**Task**
Below are the records; copy each line in them that holds the word "Gray".

Stored data:
========================================

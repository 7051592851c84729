package web

import (
	"bytes"
	"context"
	"encoding/json"
	"fmt"
	"image/color"
	"math"
	"net/http"
	"net/url"
	"path/filepath"
	"strings"
	"time"

	"gonum.org/v1/plot"
	"gonum.org/v1/plot/plotter"
	"gonum.org/v1/plot/vg"
	"gonum.org/v1/plot/vg/draw"
	"gonum.org/v1/plot/vg/vgimg"

	"rolloff/sweep/batch"
	"rolloff/sweep/event"
	"rolloff/sweep/plan"
	"rolloff/sweep/queue"
	"rolloff/web/guard"
)

// sample is a legend's line of style ls.
type sample draw.LineStyle

func (s sample) Thumbnail(c *draw.Canvas) {
	y := c.Center().Y
	c.StrokeLine2(draw.LineStyle(s), c.Min.X, y, c.Max.X, y)
}

// MaxBatchOverlayUnits is the most units one batch overlay draws: the
// newest finished ones.
const MaxBatchOverlayUnits = 400

// BatchView is the body of GET /api/batches/{batch}: the batch's runs
// counted from the run list (the verdicts the runs recorded).
type BatchView struct {
	Batch string `json:"batch"`
	// Runs is every run of the batch; Done those that finished, Checked
	// those checked against a mask, Passed and Failed their verdicts.
	Runs    int `json:"runs"`
	Done    int `json:"done"`
	Checked int `json:"checked"`
	Passed  int `json:"passed"`
	Failed  int `json:"failed"`
	// Units is how many serial numbers the batch's runs name; a unit
	// measured again counts once, with its newest finished run.
	Units int `json:"units"`
	// Yield is Passed/Checked over each unit's newest finished run, nil
	// when no unit was checked.
	Yield       *float64 `json:"yield"`
	UnitsPassed int      `json:"units_passed"`
	UnitsFailed int      `json:"units_failed"`
	// First and Last are the creation times of its oldest and newest run.
	First time.Time `json:"first"`
	Last  time.Time `json:"last"`
}

// maskPass reads the mask verdict of a run's result: pass, and whether
// the run was checked against a mask at all.
func maskPass(res json.RawMessage) (pass, checked bool) {
	if len(res) == 0 {
		return false, false
	}
	var r struct {
		Mask *struct {
			Pass bool `json:"pass"`
		} `json:"mask"`
	}
	if json.Unmarshal(res, &r) != nil || r.Mask == nil {
		return false, false
	}
	return r.Mask.Pass, true
}

// batchRuns returns the runs of batch b, newest first.
func (s *Server) batchRuns(b string) []queue.Info {
	f := runFilter{batch: b}
	runs, _ := s.queue.Page(f.keep, 0, -1)
	return runs
}

func viewOf(b string, runs []queue.Info) BatchView {
	v := BatchView{Batch: b, Runs: len(runs)}
	units := map[string]bool{}
	for _, in := range runs { // newest first
		if v.Last.IsZero() || in.Created.After(v.Last) {
			v.Last = in.Created
		}
		if v.First.IsZero() || in.Created.Before(v.First) {
			v.First = in.Created
		}
		unit := in.ID
		if in.Plan != nil && in.Plan.Unit != "" {
			unit = strings.ToLower(in.Plan.Unit)
		}
		newest := !units[unit]
		if in.State != event.Done {
			if _, seen := units[unit]; !seen {
				units[unit] = false // named, not finished yet
			}
			continue
		}
		v.Done++
		pass, checked := maskPass(in.Result)
		if checked {
			v.Checked++
			if pass {
				v.Passed++
			} else {
				v.Failed++
			}
		}
		if newest {
			units[unit] = true
			if checked {
				if pass {
					v.UnitsPassed++
				} else {
					v.UnitsFailed++
				}
			}
		}
	}
	v.Units = len(units)
	if n := v.UnitsPassed + v.UnitsFailed; n > 0 {
		y := float64(v.UnitsPassed) / float64(n)
		v.Yield = &y
	}
	return v
}

// batchRoute answers /api/batches/{batch} (the counts and yield) and
// /api/batches/{batch}/overlay.png (every finished unit's response with
// the mask).
func (s *Server) batchRoute(w http.ResponseWriter, r *http.Request, rest string) {
	if !method(w, r, http.MethodGet) {
		return
	}
	name, tail, _ := strings.Cut(rest, "/")
	b, err := url.PathUnescape(name)
	if err != nil || b == "" || len(b) > plan.MaxUnitBytes {
		s.fail(w, badRequest("batch", "batch %q: want 1..%d bytes", clip(name), plan.MaxUnitBytes))
		return
	}
	runs := s.batchRuns(b)
	if len(runs) == 0 {
		s.fail(w, &apiError{status: http.StatusNotFound, field: "batch", msg: fmt.Sprintf("no run of batch %q", clip(b))})
		return
	}
	switch tail {
	case "":
		writeJSON(w, http.StatusOK, viewOf(b, runs))
	case "overlay.png":
		ov, ok := s.be.(batchOverlayer)
		if !ok {
			s.fail(w, &apiError{status: http.StatusNotFound, field: "path", msg: "no batch overlay on this daemon"})
			return
		}
		var ids []string
		for _, in := range runs {
			if in.State == event.Done && len(ids) < MaxBatchOverlayUnits {
				ids = append(ids, in.ID)
			}
		}
		if len(ids) == 0 {
			s.fail(w, &apiError{status: http.StatusConflict, field: "batch", msg: fmt.Sprintf("batch %q has no finished run yet", clip(b))})
			return
		}
		ctx, cancel := context.WithTimeout(r.Context(), 30*time.Second)
		defer cancel()
		var buf bytes.Buffer
		if err := ov.BatchOverlay(ctx, &buf, b, ids); err != nil {
			s.fail(w, err)
			return
		}
		h := w.Header()
		h.Set("Content-Type", "image/png")
		h.Set("X-Content-Type-Options", "nosniff")
		h.Set("Cache-Control", "no-store")
		_, _ = w.Write(buf.Bytes())
	default:
		guard.WriteError(w, http.StatusNotFound, "path", fmt.Sprintf("no such resource %q", clip(r.URL.Path)))
	}
}

// batchOverlayer is an optional capability of a backend: the overlay of
// a batch's units with its mask.
type batchOverlayer interface {
	BatchOverlay(ctx context.Context, w *bytes.Buffer, name string, ids []string) error
}

var _ batchOverlayer = (*bridge)(nil)

// BatchOverlay draws the units of runs ids (finished runs of batch name)
// over each other with the mask they were checked against, as PNG:
// passing units in light grey, failing ones dark and dashed, the mask's
// limit lines heavy; the title gives the yield.
func (g *bridge) BatchOverlay(ctx context.Context, w *bytes.Buffer, name string, ids []string) error {
	dirs := make([]string, len(ids))
	for i, id := range ids {
		dirs[i] = filepath.Join(g.st.Dir(), id)
	}
	b, err := batch.Load(dirs, batch.Options{})
	if err != nil {
		return &apiError{status: 422, field: "batch", msg: fmt.Sprintf("cannot load batch %q: %v", clip(name), err)}
	}
	if err := ctx.Err(); err != nil {
		return err
	}
	return drawBatch(w, name, b)
}

// drawBatch renders the overlay of b's units; the gains are relative to
// each unit's reference level unless the mask is absolute.
func drawBatch(w *bytes.Buffer, name string, b *batch.Batch) error {
	rel := b.Mask == nil || b.Mask.Relative
	p := plot.New()
	p.X.Scale, p.X.Tick.Marker = plot.LogScale{}, plot.LogTicks{Prec: -1}
	p.X.Label.Text = "frequency (Hz)"
	p.Y.Label.Text = "gain re reference (dB)"
	if !rel {
		p.Y.Label.Text = "gain (dB)"
	}
	checked, passed := 0, 0
	for _, u := range b.Units {
		if u.Verdict == batch.Pass || u.Verdict == batch.Fail {
			checked++
			if u.Verdict == batch.Pass {
				passed++
			}
		}
	}
	title := fmt.Sprintf("batch %s: %d runs", name, len(b.Units))
	if checked > 0 {
		title += fmt.Sprintf(", %.1f %% pass the mask (%d of %d)", 100*float64(passed)/float64(checked), passed, checked)
	} else {
		title += ", no mask checked"
	}
	p.Title.Text = title
	p.Add(plotter.NewGrid())
	passLine := draw.LineStyle{Color: color.Gray{Y: 165}, Width: vg.Points(0.6)}
	failLine := draw.LineStyle{Color: color.Gray{Y: 30}, Width: vg.Points(1.1), Dashes: []vg.Length{vg.Points(4), vg.Points(2)}}
	maskLine := draw.LineStyle{Color: color.Gray{Y: 0}, Width: vg.Points(2.2)}
	loHz, hiHz := math.Inf(1), math.Inf(-1)
	var fails []*plotter.Line
	drawn := 0
	for _, u := range b.Units {
		r := u.In.Result
		if r == nil {
			continue
		}
		var xy plotter.XYs
		for _, smp := range r.Samples {
			g := smp.GainDB
			if rel {
				g -= r.ReferenceGainDB
			}
			if smp.Excluded || !(smp.FreqHz > 0) || math.IsNaN(g) || math.IsInf(g, 0) {
				continue
			}
			xy = append(xy, plotter.XY{X: smp.FreqHz, Y: g})
			loHz, hiHz = math.Min(loHz, smp.FreqHz), math.Max(hiHz, smp.FreqHz)
		}
		if len(xy) < 2 {
			continue
		}
		l, err := plotter.NewLine(xy)
		if err != nil {
			continue
		}
		drawn++
		if u.Verdict == batch.Fail {
			l.LineStyle = failLine
			fails = append(fails, l)
			continue
		}
		l.LineStyle = passLine
		p.Add(l)
	}
	for _, l := range fails { // on top of the passing ones
		p.Add(l)
	}
	if drawn == 0 {
		return &apiError{status: 422, field: "batch", msg: fmt.Sprintf("batch %q: no unit has an analysed response to draw", clip(name))}
	}
	p.Legend.Add("passing unit", sample(passLine))
	if len(fails) > 0 {
		p.Legend.Add("failing unit", sample(failLine))
	}
	if m := b.Mask; m != nil {
		first := true
		for _, line := range [][][2]float64{m.Upper, m.Lower} {
			var xy plotter.XYs
			for _, v := range line {
				if v[0] > 0 && !math.IsInf(v[1], 0) && !math.IsNaN(v[1]) {
					xy = append(xy, plotter.XY{X: v[0], Y: v[1]})
				}
			}
			if len(xy) < 2 {
				continue
			}
			ml, err := plotter.NewLine(xy)
			if err != nil {
				continue
			}
			ml.LineStyle = maskLine
			p.Add(ml)
			if first {
				p.Legend.Add("mask", ml)
				first = false
			}
		}
	}
	p.Legend.Top, p.Legend.Left = false, true
	p.X.Min, p.X.Max = loHz, hiHz
	c := vgimg.NewWith(vgimg.UseWH(20*vg.Centimeter, 12*vg.Centimeter), vgimg.UseDPI(110))
	p.Draw(draw.New(c))
	_, err := vgimg.PngCanvas{Canvas: c}.WriteTo(w)
	return err
}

========================================

**Exercise solution**
	passLine := draw.LineStyle{Color: color.Gray{Y: 165}, Width: vg.Points(0.6)}
	failLine := draw.LineStyle{Color: color.Gray{Y: 30}, Width: vg.Points(1.1), Dashes: []vg.Length{vg.Points(4), vg.Points(2)}}
	maskLine := draw.LineStyle{Color: color.Gray{Y: 0}, Width: vg.Points(2.2)}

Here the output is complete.